West Nile Virus and Lyme Disease

By Douglas MacQueen, MD

 

There are currently two zoonotic diseases making the news, West Nile virus and Lyme disease. A zoonotic disease is one that can be passed from animals to humans.

 

How prevalent are West Nile virus and Lyme disease in upstate New York?

Right now West Nile virus is most active in the Midwest and South. The number of reported cases of West Nile virus in New York is very low this year, most of them in New York City. By contrast, Lyme disease is quite common in this region.

 

How do West Nile virus and Lyme disease spread?

Both diseases are transmitted to people when an insect feeds on the blood of a small mammal or bird that is infected, and then feeds on the blood of a human being. West Nile is a virus that is spread by mosquito bite. Lyme disease is a bacterial infection that is spread by deer ticks.

 

Do all ticks carry Lyme disease?

Only deer ticks transmit Lyme disease but not all deer ticks carry the bacteria. Deer ticks are significantly smaller than the common dog tick, which does not carry Lyme disease. A deer tick must be attached to you for about thirty-six hours in order to transmit Lyme disease. If you discover a deer tick that is still flat looking, there is little risk of infection. However, if you remove a deer tick that is fully engorged with blood, there is a chance it could have infected you with the Lyme bacteria.

 

What is the best way to remove a tick?

Carefully take hold of the tick with a pair of tweezers as close as possible to the place where its head meets your skin. With a slow, steady motion gently pull it out.
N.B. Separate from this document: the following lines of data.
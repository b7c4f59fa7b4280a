// SPDX-License-Identifier: Apache-2.0
// Durations with their unit: "250 ms", "60 s", "5 min", "2 h", "30 d".
#include <array>
#include <charconv>
#include <cmath>

#include "rig/number.h"
#include "rig/rig.h"

namespace steelyard::rig {
namespace {

struct Unit {
  std::string_view name;
  double seconds;
};
constexpr std::array<Unit, 4> kUnits{{{"d", 86400.0}, {"h", 3600.0}, {"min", 60.0}, {"s", 1.0}}};

std::string with_unit(double value, std::string_view unit) {
  std::array<char, 400> buffer{};  // the longest double without an exponent has some 330 characters
  const auto result =
      std::to_chars(buffer.data(), buffer.data() + buffer.size(), value, std::chars_format::fixed);
  return std::string(buffer.data(), result.ptr) + " " + std::string(unit);
}

}  // namespace

std::optional<double> parse_duration_s(std::string_view text) {
  const Prefix number = number_prefix(text);
  if (number.length == 0 || !std::isfinite(number.value)) return std::nullopt;
  std::string_view unit = text.substr(number.length);
  while (!unit.empty() && unit[0] == ' ') unit.remove_prefix(1);
  if (unit == "ms") return number.value / 1000.0;
  for (const Unit& candidate : kUnits) {
    if (unit != candidate.name) continue;
    const double seconds = number.value * candidate.seconds;
    return std::isfinite(seconds) ? std::optional(seconds) : std::nullopt;
  }
  return std::nullopt;
}

std::string duration_text(double seconds) {
  std::string best = with_unit(seconds, "s");
  if (seconds == 0.0) return best;
  const auto consider = [&](const std::string& text) {
    const bool shorter = text.size() < best.size();
    const bool whole = text.size() == best.size() && text.find('.') == std::string::npos;
    if ((shorter || whole) && parse_duration_s(text) == seconds) best = text;
  };
  consider(with_unit(seconds * 1000.0, "ms"));
  consider(with_unit(seconds / 60.0, "min"));
  consider(with_unit(seconds / 3600.0, "h"));
  consider(with_unit(seconds / 86400.0, "d"));
  return best;
}

}  // namespace steelyard::rig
Some people will quickly develop a red itchy bump where they’ve recently removed a tick. This is not Lyme disease, but an allergic reaction to the tick’s saliva.

 

What are the symptoms of Lyme disease?

The early symptoms are fever, chills, low energy, and body aches.  They are often accompanied by a round red rash anywhere on the body, including the head, groin, and armpits. It is not painful or itchy, but can increase in size and in some cases the center clears out, resembling a bulls-eye. It’s important to see your doctor if you have these symptoms. 

 

Is Lyme disease curable?

Yes, Lyme disease is completely curable at any stage of the illness with a course of antibiotics, though early treatment is best. It is important to note that the diagnosis of early Lyme disease is based on symptoms, and not on a blood test. Early in the course of the disease a blood test for Lyme disease will come back negative, even if you have been infected.

 

What if I don’t get early treatment?

If Lyme disease is not treated right away, the initial symptoms go away; however, fever, aches, and fatigue may return later on. At this point, the Lyme test will be positive. Untreated over an extended period of time, Lyme disease can cause heart rhythm problems, arthritis in the large joints, meningitis, and Bell’s palsy. However, even at this stage Lyme disease is 100 percent curable, despite the common misconception that it is incurable if not treated early. Having Lyme disease in the past gives you no protection against a future Lyme infection, so you can get it again.

 

Is West Nile disease curable?

There is no treatment for West Nile virus, but in most cases, the body’s immune system eliminates the infection. Eighty percent of people who get it have no symptoms, while the remaining 20 percent develop flu-like symptoms. Less than 1 percent of infected people will develop severe disease and need to be in the hospital for supportive care.

 

How do I protect myself from these two illnesses?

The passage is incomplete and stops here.